##### STORED DATA
using PartCheck.Rules;
using PartCheck.Workings;

namespace PartCheck.Reports;

/// <summary>The workings of one channel: what <c>working</c> prints.</summary>
/// <param name="Check">The whole run that they belong to.</param>
/// <param name="Channel">The channel; empty: the board could not be judged.</param>
/// <param name="Workings">The workings, worst finding first.</param>
public sealed record WorkingReport(CheckReport Check, string Channel, IReadOnlyList<Working> Workings)
{
    /// <summary>True: the text shows the check of the solved figures of every working, else of the first.</summary>
    public bool EveryCheck { get; init; } = true;

    /// <summary>The board.</summary>
    public BoardReport Board => Check.Boards[0];

    /// <summary>Name of the channel's derating table.</summary>
    public string Derating => Board.Channels.FirstOrDefault(c => c.Channel == Channel)?.Derating ?? Board.Derating;

    /// <summary>Worst verdict of the findings shown.</summary>
    public Verdict Verdict => FindingSeverity.WorstOf(Workings.Select(w => w.Finding.Verdict));

    /// <summary>Values of the channel that no table gave.</summary>
    public IReadOnlyList<AssumedValue> Assumed => [.. Board.Assumed.Where(a => a.Channels.Contains(Channel))];
}

/// <summary>Which findings of a channel are asked for.</summary>
/// <param name="Channel">The channel's name, compared without regard to case.</param>
/// <param name="Rule">A rule's identifier; null: every rule.</param>
/// <param name="Reference">A reference; null: all.</param>
public sealed record WorkingSelection(string Channel, string? Rule, string? Reference)
{
    /// <summary>
    /// The findings, worst first: of the rule and the reference asked for; where neither is, the worst of each rule.
    /// </summary>
    /// <param name="board">The judged board.</param>
    /// <param name="fault">What is not there, naming what is; null: nothing is amiss.</param>
    public IReadOnlyList<Finding> Of(BoardReport board, out string? fault)
    {
        ArgumentNullException.ThrowIfNull(board);
        fault = null;
        if (Name(board) is not { } channel)
        {
            fault = board.ChannelsNotFitted.FirstOrDefault(c => Same(c, Channel)) is { } absent
                ? $"{absent} is not fitted in assembly {board.Assembly}: there is nothing to derive."
                : $"there is no channel \"{Channel}\"; the channels are {string.Join(", ", board.Channels.Select(c => c.Channel).Concat(board.ChannelsNotFitted))}.";
            return [];
        }

        List<Finding> all = [.. FindingOrder.WorstFirst(board).Where(f => f.Channel == channel || (f.Channel is null && f.Channels?.Contains(channel) == true))];
        List<Finding> asked = [.. all.Where(f => Rule is null || Same(f.Rule, Rule)).Where(f => Reference is null || References(f).Any(r => Same(r, Reference)))];
        if (asked.Count > 0)
        {
            return Rule is null && Reference is null ? [.. asked.DistinctBy(f => f.Rule)] : asked;
        }

        string rules = string.Join(", ", all.Select(f => f.Rule).Distinct().OrderBy(RuleBook.Position));

        // A bill line serves other channels, too: what this one has is what its own findings are about.
        List<string> own = [.. all.Select(f => f.Reference).OfType<string>()];
        string references = string.Join(", ", (own.Count > 0 ? own : all.SelectMany(References)).Distinct(StringComparer.Ordinal).Order(NaturalOrder.Instance));
        fault = (Rule, Reference) switch
        {
            ({ } rule, _) when !all.Any(f => Same(f.Rule, rule)) => $"there is no finding of a rule \"{rule}\" in {channel}; its rules are {rules}.",
            (_, { } reference) when !all.Any(f => References(f).Any(r => Same(r, reference))) =>
                $"there is no finding about \"{reference}\" in {channel}; its references are {references}.",
            ({ } rule, { } reference) =>
                $"the rule {rule} says nothing of {reference} in {channel}; it speaks of {Spoken(all, rule)}.",
            _ => $"there is no finding in {channel}.",
        };
        return [];
    }

    /// <summary>The channel's name as the board writes it; null: there is none.</summary>
    public string? Name(BoardReport board)
    {
        ArgumentNullException.ThrowIfNull(board);
        return board.Channels.FirstOrDefault(c => c.Channel == Channel)?.Channel ?? board.Channels.FirstOrDefault(c => Same(c.Channel, Channel))?.Channel;
    }

    private static IEnumerable<string> References(Finding finding) => finding.References ?? (finding.Reference is { } one ? [one] : []);

    private static string Spoken(List<Finding> all, string rule)
    {
        string[] references = [.. all.Where(f => Same(f.Rule, rule)).SelectMany(References).Distinct(StringComparer.Ordinal).Order(NaturalOrder.Instance)];
        return references.Length == 0 ? "the channel as a whole" : string.Join(", ", references);
    }

    private static bool Same(string one, string other) => string.Equals(one, other, StringComparison.OrdinalIgnoreCase);
}
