using System.Text.Json;
using PartCheck.OperatingPoints;
using PartCheck.Rules;

namespace PartCheck.Reports;

/// <summary>One finding in JSON, with its corner.</summary>
internal static class JsonFinding
{
    internal static void Write(Utf8JsonWriter json, Finding finding)
    {
        json.Text("channel", finding.Channel);
        json.Text("rule", finding.Rule);
        json.Text("reference", finding.Reference);
        WriteGroup(json, finding);
        json.Text("partNumber", finding.PartNumber);
        json.Text("manufacturer", finding.Manufacturer);
        if (finding.Mix.Count > 0)
        {
            json.List("mix", finding.Mix, (into, line) =>
            {
                into.Texts("references", line.References);
                into.Text("partNumber", line.PartNumber);
                into.Text("manufacturer", line.Manufacturer);
                into.WriteBoolean("alternate", line.Alternate);
            });
        }

        json.Text("state", finding.State is { } state ? StateWord(state) : null);
        json.Real("actual", finding.Actual);
        if (finding.ActualIsAtLeast)
        {
            json.WriteBoolean("actualIsAtLeast", true);
        }

        json.Real("allowed", finding.Allowed);
        json.Text("unit", finding.Unit);
        json.Real("stressRatio", finding.StressRatio);
        json.Real("margin", finding.Margin);
        json.Text("verdict", VerdictWords.Of(finding.Verdict));
        if (finding.Corner is { } corner)
        {
            json.WriteStartObject("corner");
            WriteCorner(json, corner);
            json.WriteEndObject();
        }
        else
        {
            json.WriteNull("corner");
        }

        json.Text("source", finding.Source);
        json.Text("cell", finding.Cell);
        if (finding.Concession is { } concession)
        {
            json.WriteStartObject("concession");
            WriteConcession(json, concession);
            json.WriteEndObject();
        }
        else
        {
            json.WriteNull("concession");
        }

        json.Texts("missing", finding.Missing);
        if (finding.Text is not null)
        {
            json.Text("text", finding.Text);
        }
    }

    /// <summary><c>on</c>, <c>off</c> or <c>unfed</c>.</summary>
    internal static string StateWord(ChannelState state) => state switch
    {
        ChannelState.On => "on",
        ChannelState.Off => "off",
        ChannelState.Unfed => "unfed",
        _ => throw new ArgumentOutOfRangeException(nameof(state), state, "A state is on, off or unfed."),
    };

    private static void WriteConcession(Utf8JsonWriter json, GrantedConcession concession)
    {
        json.Text("reason", concession.Reason);
        json.Text("acceptedBy", concession.AcceptedBy);
        json.Day("date", concession.Date);
        json.Day("expires", concession.Expires);
        json.Text("effectivity", concession.Effectivity);
        json.Text("cell", concession.Cell);
    }

    private static void WriteGroup(Utf8JsonWriter json, Finding finding)
    {
        if (finding.References is { } references)
        {
            json.Texts("references", references);
        }

        if (finding.Pin is { } pin)
        {
            json.Text("pin", pin);
        }

        if (finding.Channels is { } channels)
        {
            json.Texts("channels", channels);
        }
    }

    private static void WriteCorner(Utf8JsonWriter json, Corner corner)
    {
        json.Real("supply", corner.Supply);
        json.Real("loadDrop", corner.LoadDrop);
        json.Real("ambient", corner.Ambient);
        json.Real("pinLevel", corner.PinLevel);
        json.Real("pinResistance", corner.PinResistance);
        json.Whole("heat", corner.Heat);
        if (corner.OddLeg is { } odd)
        {
            json.WriteStartObject("odd");
            json.Text("reference", odd);
            WriteEnds(json, corner.OddPass);
            json.Text("sense", End(corner.OddSense));
            json.Text("averaging", End(corner.OddAveraging));
            json.WriteEndObject();
        }
        else
        {
            json.WriteNull("odd");
        }

        json.WriteStartObject("control");
        WriteEnds(json, corner.Control);
        json.WriteEndObject();
        json.WriteStartObject("pass");
        WriteEnds(json, corner.Pass);
        json.WriteEndObject();
        json.Text("sense", End(corner.Sense));
        json.Text("feed", End(corner.Feed));
        json.Text("averaging", End(corner.Averaging));
        json.Text("pullDown", End(corner.PullDown));
        json.Real("coupling", corner.AssumedCoupling);
        json.Real("packageCoupling", corner.AssumedPackageCoupling);
        json.Real("neighboursOn", corner.NeighboursOn is { } on ? on ? 1 : 0 : null);
    }

    private static void WriteEnds(Utf8JsonWriter json, TransistorCorner ends)
    {
        json.Text("vbe", End(ends.Vbe));
        json.Text("hfe", End(ends.Hfe));
    }

    private static string End(Extreme end) => end switch
    {
        Extreme.Typical => "typical",
        Extreme.Min => "min",
        Extreme.Max => "max",
        Extreme.Match => "match",
        Extreme.Inside => "inside",
        _ => throw new ArgumentOutOfRangeException(nameof(end), end, "An end is typical, min, max, match or inside."),
    };
}
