using System.Globalization;
using System.Text;
using System.Text.RegularExpressions;
using PartCheck.OperatingPoints;
using PartCheck.Rules;
using PartCheck.Workings;

namespace PartCheck.Reports;

/// <summary>
/// Workings for a person with a calculator, 80 columns: what is given with its cells, what the solve found, each step as symbol = formula =
/// figures = result, and the equations that the solved figures satisfy.
/// </summary>
public sealed partial class WorkingText
{
    private const int SymbolWidth = 10;
    private const int ValueWidth = 15;
    private const int Equation = 6;
    private readonly StringBuilder text = new();
    private readonly List<(SolvedState State, string Where)> shown = [];
    private readonly WorkingReport report;
    private readonly Dictionary<string, string> names = new(StringComparer.Ordinal);

    private WorkingText(WorkingReport report)
    {
        this.report = report;
        foreach (IGrouping<string, InputFile> file in report.Check.Inputs.GroupBy(i => i.File.Split('/', '\\')[^1], StringComparer.OrdinalIgnoreCase).Where(g => g.Count() == 1))
        {
            names[file.First().File] = file.Key;
        }
    }

    /// <summary>Writes the workings.</summary>
    public static string Write(WorkingReport report)
    {
        ArgumentNullException.ThrowIfNull(report);
        return new WorkingText(report).Written();
    }

    private string Written()
    {
        Columns80.Wrap(text, string.Empty, $"{report.Board.Board} {report.Channel}: workings (derating: {report.Derating})", 2);
        if (report.Board.DeratingNote is { } note)
        {
            Columns80.Wrap(text, "  ", note, 2);
        }

        Columns80.Wrap(text, string.Empty, "Each result is made of the figures as printed; the solver works unrounded. Cells are of " + string.Join(", ", report.Check.Inputs.Select(i => i.File)) + ".", 2);
        text.Append('\n');
        foreach (Working working in report.Workings)
        {
            One(working);
        }

        if (report.Assumed.Count > 0)
        {
            text.Append("Assumed\n");
            foreach (AssumedValue a in report.Assumed)
            {
                Columns80.Wrap(text, "  ", $"{a.What} of {a.Of}: {a.Value}", 4);
            }

            text.Append('\n');
        }

        ComplaintText.Append(text, report.Check.Complaints);
        foreach (string caution in report.Board.Cautions)
        {
            Columns80.Wrap(text, "! ", caution, 2);
        }

        return text.ToString();
    }

    private void One(Working working)
    {
        Finding f = working.Finding;
        string whom = TextReport.Joined(" ", f.Channel, f.Rule, FindingText.Subject([f]));
        string missing = f.Missing.Count > 0 ? "missing " + string.Join(", ", f.Missing) : string.Empty;
        Columns80.Wrap(text, string.Empty, $"{whom}: {VerdictWords.Of(f.Verdict).ToUpperInvariant()}" + Led("; ", TextReport.Joined("; ", FindingText.Numbers(f), f.Text, missing)), 2);
        foreach (string beside in (string[])[FindingText.Mix(f), FindingText.Accepted(f)])
        {
            if (beside.Length > 0)
            {
                Columns80.Wrap(text, "  ", beside, 4);
            }
        }

        if (FindingText.Corner(f) is { Length: > 0 } corner)
        {
            Columns80.Wrap(text, "  ", corner, 4);
        }

        if (working.Lines.Count == 0)
        {
            text.Append("  There is nothing to work out.\n\n");
            return;
        }

        Block(working.Lines, [working.Actual, working.Allowed, working.Ratio]);
        if (f.Verdict != Verdict.NotVerified && working.Of(working.Ratio) is { } ratio && (ratio.Value <= 1) != (f.Verdict == Verdict.Conforms))
        {
            Columns80.Wrap(text, "  ", string.Create(CultureInfo.InvariantCulture, $"Unrounded the ratio is {f.StressRatio:R}: {VerdictWords.Of(f.Verdict)}."), 4);
        }

        if (working.Checks.Count > 0 && f.Basis is { } basis)
        {
            if (shown.Find(s => ReferenceEquals(s.State, basis.State)) is { Where: { } where })
            {
                Columns80.Wrap(text, "  ", $"The solved figures are those of {where} above, where they are checked.", 4);
            }
            else if (report.EveryCheck || shown.Count == 0)
            {
                shown.Add((basis.State, whom));
                text.Append("  Check: the solved figures satisfy the circuit\n");
                Block(working.Checks, []);
            }
            else
            {
                Columns80.Wrap(text, "  ", $"With --rule {f.Rule} the solved figures are checked, too.", 4);
            }
        }

        text.Append('\n');
    }

    private static string Led(string before, string text) => text.Length == 0 ? string.Empty : before + text;

    private void Block(IReadOnlyList<WorkingLine> lines, IReadOnlyList<string?> judged)
    {
        Figures("Given", lines.Where(l => l.Line.Kind == DerivationKind.Given));
        Figures("Solved", lines.Where(l => l.Line.Kind == DerivationKind.Solved));
        foreach (WorkingLine line in lines)
        {
            switch (line.Line.Kind)
            {
                case DerivationKind.Step:
                    Step(line, judged.Contains(line.Line.Symbol));
                    break;
                case DerivationKind.Balance:
                    Balance(line);
                    break;
                case DerivationKind.Note:
                    Columns80.Wrap(text, "  ", Meaning(line) + From(line), 4);
                    break;
            }
        }
    }

    private void Figures(string title, IEnumerable<WorkingLine> lines)
    {
        bool first = true;
        foreach (WorkingLine line in lines)
        {
            if (first)
            {
                text.Append("  ").Append(title).Append('\n');
                first = false;
            }

            string beginning = "    " + line.Line.Symbol.PadRight(SymbolWidth) + " " + line.Figure!.Value.Text.PadRight(ValueWidth) + " ";
            Columns80.Wrap(text, beginning, line.Line.Meaning + From(line), SymbolWidth + ValueWidth + 6);
        }
    }

    /// <summary>Symbol = formula = figures = result, on as many lines as it needs; each begins with the symbol or an equals sign.</summary>
    private void Step(WorkingLine line, bool judged)
    {
        Columns80.Wrap(text, "  ", Meaning(line) + From(line), 4);
        string result = line.Figure!.Value.Text + (judged && line.Unrounded is { } u ? $" (unrounded {u.Text})" : string.Empty);
        List<string> sides = [line.Line.Formula];
        if (line.Numbers != line.Line.Formula && line.Numbers != line.Figure!.Value.Text)
        {
            sides.Add(line.Numbers!);
        }

        sides.Add(result);
        string whole = Glued($"{line.Line.Symbol} = {string.Join(" = ", sides)}");
        if (Columns80.Width - Equation >= whole.Length)
        {
            Columns80.Wrap(text, new string(' ', Equation), whole, Equation + 2);
            return;
        }

        string next = new(' ', Equation + line.Line.Symbol.Length + 1);
        for (int i = 0; i < sides.Count; i++)
        {
            string side = Glued("= " + sides[i]);
            if (i == 1 && sides.Count == 3 && next.Length + side.Length + 3 + sides[2].Length <= Columns80.Width)
            {
                side += Glued(" = " + sides[++i]);
            }

            Columns80.Wrap(text, i == 0 ? new string(' ', Equation) + line.Line.Symbol + " " : next, side, next.Length + 2);
        }
    }

    private void Balance(WorkingLine line)
    {
        Columns80.Wrap(text, "  ", Meaning(line), 4);
        Columns80.Wrap(text, new string(' ', Equation), $"{line.Line.Formula} = {line.Line.Right}", Equation + 2);
        Columns80.Wrap(text, new string(' ', Equation), Glued("left: " + Side(line.Numbers, line.Figure)), Equation + 2);
        Columns80.Wrap(text, new string(' ', Equation), Glued("right: " + Side(line.RightNumbers, line.RightFigure)), Equation + 2);
    }

    private static string Side(string? numbers, PrintedFigure? figure) => numbers == figure?.Text ? numbers! : $"{numbers} = {figure?.Text}";

    private static string Meaning(WorkingLine line) => char.ToUpperInvariant(line.Line.Meaning[0]) + line.Line.Meaning[1..];

    private string From(WorkingLine line)
    {
        string from = TextReport.Joined("; ", line.Line.Assumed ? "assumed" : null, Short(line.Line.Cell), line.Line.Source);
        return from.Length == 0 ? string.Empty : $" [{from}]";
    }

    /// <summary>A cell by its file's bare name, where no other input has that name.</summary>
    private string? Short(string? cell) =>
        cell?.IndexOf('!', StringComparison.Ordinal) is > 0 and int mark && names.TryGetValue(cell[..mark], out string? name) ? name + cell[mark..] : cell;

    /// <summary>A number and its unit stay on one line.</summary>
    private static string Glued(string text) => NumberAndUnit().Replace(text, Columns80.Glue.ToString());

    [GeneratedRegex(@"(?<=[0-9]) (?=%|[A-Za-wyz])")]
    private static partial Regex NumberAndUnit();
}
##########
Search the entries for the word "table", then list each line that holds it.

    /// <summary>Name of the channel's derating table.</summary>
    /// <summary>Values of the channel that no table gave.</summary>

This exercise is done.